##### Entries supplied
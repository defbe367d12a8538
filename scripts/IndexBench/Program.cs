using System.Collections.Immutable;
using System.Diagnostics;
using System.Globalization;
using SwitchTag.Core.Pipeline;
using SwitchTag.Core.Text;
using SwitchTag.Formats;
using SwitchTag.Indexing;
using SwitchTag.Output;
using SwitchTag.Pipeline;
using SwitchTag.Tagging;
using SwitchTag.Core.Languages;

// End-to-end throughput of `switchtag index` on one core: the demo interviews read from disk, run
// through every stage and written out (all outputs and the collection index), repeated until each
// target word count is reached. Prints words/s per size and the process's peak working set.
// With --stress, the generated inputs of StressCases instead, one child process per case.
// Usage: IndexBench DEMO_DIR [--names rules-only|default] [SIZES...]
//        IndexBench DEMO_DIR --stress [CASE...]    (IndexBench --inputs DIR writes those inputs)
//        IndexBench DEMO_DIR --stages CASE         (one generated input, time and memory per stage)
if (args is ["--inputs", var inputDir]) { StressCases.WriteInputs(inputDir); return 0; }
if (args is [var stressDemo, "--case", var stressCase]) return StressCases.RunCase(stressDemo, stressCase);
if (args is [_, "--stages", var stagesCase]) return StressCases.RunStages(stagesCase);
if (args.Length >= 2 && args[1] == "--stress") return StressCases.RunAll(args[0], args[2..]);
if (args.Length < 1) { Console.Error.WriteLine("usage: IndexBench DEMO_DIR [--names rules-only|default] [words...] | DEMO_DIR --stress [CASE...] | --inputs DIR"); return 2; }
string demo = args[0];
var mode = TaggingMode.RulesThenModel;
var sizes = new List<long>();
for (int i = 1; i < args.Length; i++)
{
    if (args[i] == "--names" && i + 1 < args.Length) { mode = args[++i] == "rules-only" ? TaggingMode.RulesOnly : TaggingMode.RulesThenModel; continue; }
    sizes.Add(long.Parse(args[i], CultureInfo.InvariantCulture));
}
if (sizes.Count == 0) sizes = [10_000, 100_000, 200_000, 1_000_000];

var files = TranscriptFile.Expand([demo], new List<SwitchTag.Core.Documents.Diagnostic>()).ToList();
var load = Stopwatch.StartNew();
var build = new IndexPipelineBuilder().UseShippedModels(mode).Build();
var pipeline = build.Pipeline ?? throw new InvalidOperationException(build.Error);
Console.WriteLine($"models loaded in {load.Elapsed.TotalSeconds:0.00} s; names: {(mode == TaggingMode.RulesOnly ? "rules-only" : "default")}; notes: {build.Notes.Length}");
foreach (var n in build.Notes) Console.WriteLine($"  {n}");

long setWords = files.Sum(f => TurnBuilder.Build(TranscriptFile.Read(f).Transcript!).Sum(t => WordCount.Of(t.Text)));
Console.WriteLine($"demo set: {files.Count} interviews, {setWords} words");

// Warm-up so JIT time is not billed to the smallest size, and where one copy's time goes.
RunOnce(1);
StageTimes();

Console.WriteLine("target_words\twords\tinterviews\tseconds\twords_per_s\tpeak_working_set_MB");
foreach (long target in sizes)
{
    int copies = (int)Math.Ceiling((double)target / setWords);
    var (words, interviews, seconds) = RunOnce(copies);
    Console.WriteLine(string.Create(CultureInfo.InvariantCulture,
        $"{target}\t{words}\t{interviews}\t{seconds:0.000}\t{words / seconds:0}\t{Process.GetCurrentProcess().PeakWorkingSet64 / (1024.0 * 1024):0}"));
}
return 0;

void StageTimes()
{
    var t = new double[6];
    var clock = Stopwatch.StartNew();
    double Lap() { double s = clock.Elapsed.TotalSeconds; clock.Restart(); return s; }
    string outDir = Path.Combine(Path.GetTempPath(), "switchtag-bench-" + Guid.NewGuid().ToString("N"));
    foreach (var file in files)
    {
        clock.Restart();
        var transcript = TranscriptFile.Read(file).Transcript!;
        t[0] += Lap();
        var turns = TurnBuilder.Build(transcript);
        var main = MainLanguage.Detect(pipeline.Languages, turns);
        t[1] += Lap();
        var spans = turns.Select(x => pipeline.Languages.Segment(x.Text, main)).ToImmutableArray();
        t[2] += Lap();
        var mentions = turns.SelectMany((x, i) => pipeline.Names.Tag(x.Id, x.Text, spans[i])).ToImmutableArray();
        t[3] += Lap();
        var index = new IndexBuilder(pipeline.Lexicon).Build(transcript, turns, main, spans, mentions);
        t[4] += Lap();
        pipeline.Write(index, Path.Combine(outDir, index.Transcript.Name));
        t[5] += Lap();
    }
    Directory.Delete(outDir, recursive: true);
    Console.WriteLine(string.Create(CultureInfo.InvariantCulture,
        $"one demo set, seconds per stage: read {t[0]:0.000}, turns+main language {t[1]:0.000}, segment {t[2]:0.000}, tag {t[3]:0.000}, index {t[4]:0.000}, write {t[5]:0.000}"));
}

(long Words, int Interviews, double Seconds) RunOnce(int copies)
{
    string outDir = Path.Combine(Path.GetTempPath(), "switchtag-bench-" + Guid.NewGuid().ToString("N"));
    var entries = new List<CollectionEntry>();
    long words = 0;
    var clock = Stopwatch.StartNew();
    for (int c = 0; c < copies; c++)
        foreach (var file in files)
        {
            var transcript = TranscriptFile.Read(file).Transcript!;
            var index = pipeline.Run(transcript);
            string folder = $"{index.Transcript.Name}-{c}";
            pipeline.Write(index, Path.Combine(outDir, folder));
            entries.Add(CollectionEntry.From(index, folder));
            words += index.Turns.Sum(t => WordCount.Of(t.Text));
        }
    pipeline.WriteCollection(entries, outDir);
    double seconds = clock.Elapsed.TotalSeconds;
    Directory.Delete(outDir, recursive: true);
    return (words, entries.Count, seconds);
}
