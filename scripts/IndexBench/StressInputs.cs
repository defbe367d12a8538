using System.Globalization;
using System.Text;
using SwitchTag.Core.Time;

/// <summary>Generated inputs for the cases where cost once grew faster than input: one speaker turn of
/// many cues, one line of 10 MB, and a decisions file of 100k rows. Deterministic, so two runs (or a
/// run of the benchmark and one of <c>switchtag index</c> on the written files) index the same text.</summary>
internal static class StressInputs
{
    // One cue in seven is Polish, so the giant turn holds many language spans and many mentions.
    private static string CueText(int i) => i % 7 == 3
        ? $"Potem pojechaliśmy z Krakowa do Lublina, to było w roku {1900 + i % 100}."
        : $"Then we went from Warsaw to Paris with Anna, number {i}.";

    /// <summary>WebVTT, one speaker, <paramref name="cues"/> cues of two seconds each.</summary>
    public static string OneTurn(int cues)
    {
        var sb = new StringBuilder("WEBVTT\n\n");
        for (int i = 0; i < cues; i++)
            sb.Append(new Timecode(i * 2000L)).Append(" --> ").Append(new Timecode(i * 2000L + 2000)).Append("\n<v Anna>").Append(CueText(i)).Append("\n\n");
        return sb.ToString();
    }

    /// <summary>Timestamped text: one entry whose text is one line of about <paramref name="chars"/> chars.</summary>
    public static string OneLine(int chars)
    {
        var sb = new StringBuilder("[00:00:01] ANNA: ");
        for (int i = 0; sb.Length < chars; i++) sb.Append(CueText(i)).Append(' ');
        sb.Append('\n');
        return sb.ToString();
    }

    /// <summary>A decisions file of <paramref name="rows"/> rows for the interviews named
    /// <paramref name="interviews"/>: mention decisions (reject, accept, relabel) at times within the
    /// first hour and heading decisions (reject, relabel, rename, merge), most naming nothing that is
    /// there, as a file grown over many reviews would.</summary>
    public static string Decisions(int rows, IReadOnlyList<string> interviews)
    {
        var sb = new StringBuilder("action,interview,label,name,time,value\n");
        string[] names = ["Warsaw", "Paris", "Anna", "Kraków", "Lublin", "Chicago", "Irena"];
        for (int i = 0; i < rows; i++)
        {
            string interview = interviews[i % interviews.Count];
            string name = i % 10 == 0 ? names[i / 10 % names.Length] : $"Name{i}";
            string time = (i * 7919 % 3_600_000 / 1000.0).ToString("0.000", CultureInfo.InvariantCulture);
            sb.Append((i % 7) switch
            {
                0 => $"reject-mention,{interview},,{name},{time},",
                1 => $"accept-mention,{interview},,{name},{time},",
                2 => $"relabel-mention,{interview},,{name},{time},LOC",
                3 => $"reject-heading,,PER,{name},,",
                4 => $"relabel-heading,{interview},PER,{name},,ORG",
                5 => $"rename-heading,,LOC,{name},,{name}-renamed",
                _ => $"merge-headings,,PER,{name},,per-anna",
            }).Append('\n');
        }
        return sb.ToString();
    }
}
##########
##### Entries supplied
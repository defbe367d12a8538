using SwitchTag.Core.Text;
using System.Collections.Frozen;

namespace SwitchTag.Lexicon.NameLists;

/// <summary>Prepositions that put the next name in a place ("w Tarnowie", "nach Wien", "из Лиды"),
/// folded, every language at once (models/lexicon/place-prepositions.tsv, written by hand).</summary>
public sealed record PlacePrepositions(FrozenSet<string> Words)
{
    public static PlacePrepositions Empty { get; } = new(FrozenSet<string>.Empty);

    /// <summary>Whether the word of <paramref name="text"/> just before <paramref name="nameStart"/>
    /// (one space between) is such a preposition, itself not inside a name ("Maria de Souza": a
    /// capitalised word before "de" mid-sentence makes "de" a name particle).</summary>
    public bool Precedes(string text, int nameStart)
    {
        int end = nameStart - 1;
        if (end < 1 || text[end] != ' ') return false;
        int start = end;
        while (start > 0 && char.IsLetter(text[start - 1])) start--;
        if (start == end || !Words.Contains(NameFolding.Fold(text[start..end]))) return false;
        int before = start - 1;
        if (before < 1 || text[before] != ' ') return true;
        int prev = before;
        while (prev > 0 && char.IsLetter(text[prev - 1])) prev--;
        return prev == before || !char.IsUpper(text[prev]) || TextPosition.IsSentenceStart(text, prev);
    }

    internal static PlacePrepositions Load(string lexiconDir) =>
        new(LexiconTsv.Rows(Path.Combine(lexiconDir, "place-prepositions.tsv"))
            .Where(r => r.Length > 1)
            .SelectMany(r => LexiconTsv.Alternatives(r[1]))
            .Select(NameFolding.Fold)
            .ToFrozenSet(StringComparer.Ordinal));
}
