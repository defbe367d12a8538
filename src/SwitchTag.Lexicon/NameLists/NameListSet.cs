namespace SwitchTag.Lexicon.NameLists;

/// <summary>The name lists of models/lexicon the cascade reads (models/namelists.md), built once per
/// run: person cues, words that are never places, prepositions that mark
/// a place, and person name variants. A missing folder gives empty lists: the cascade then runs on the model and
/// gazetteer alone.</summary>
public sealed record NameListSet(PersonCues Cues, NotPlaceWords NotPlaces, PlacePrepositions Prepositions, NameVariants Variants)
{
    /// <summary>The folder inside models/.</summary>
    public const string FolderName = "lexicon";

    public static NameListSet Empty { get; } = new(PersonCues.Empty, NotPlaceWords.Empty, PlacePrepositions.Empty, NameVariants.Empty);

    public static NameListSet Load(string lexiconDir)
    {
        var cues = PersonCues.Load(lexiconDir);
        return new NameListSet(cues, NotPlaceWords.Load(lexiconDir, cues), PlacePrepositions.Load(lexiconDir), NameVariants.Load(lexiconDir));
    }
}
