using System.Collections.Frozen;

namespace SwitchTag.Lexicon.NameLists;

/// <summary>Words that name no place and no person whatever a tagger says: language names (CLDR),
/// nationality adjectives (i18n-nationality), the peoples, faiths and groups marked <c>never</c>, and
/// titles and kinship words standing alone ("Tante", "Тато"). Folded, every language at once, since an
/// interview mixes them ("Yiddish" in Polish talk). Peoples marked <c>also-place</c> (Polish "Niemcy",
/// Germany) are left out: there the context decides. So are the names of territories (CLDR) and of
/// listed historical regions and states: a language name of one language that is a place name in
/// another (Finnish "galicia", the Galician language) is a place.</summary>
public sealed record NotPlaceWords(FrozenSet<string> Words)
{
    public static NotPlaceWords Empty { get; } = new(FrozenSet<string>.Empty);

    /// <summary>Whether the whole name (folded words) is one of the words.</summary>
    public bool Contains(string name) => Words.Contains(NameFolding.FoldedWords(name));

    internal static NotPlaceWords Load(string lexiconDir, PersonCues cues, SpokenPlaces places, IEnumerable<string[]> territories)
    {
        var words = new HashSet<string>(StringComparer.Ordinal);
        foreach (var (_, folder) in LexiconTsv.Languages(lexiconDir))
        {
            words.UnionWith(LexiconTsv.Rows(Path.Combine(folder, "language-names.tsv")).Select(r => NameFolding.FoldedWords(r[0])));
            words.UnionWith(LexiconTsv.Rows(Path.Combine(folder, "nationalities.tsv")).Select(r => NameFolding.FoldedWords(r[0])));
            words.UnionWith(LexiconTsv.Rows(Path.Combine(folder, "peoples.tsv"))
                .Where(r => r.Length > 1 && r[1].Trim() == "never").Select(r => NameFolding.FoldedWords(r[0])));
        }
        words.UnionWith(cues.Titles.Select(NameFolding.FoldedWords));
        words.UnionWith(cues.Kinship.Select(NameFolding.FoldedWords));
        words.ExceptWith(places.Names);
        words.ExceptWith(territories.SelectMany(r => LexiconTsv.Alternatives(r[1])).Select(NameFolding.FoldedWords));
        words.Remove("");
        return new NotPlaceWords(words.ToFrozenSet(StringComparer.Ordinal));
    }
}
##########
▶ Exercise details: Check each line of the entries above for the word "IndexBench". List the ones that have it.

▶ Result for this task:
filename scripts/IndexBench/Program.cs
// Usage: IndexBench DEMO_DIR [--names rules-only|default] [SIZES...]
//        IndexBench DEMO_DIR --stress [CASE...]    (IndexBench --inputs DIR writes those inputs)
//        IndexBench DEMO_DIR --stages CASE         (one generated input, time and memory per stage)
if (args.Length < 1) { Console.Error.WriteLine("usage: IndexBench DEMO_DIR [--names rules-only|default] [words...] | DEMO_DIR --stress [CASE...] | --inputs DIR"); return 2; }
filename scripts/IndexBench/StressInputs.cs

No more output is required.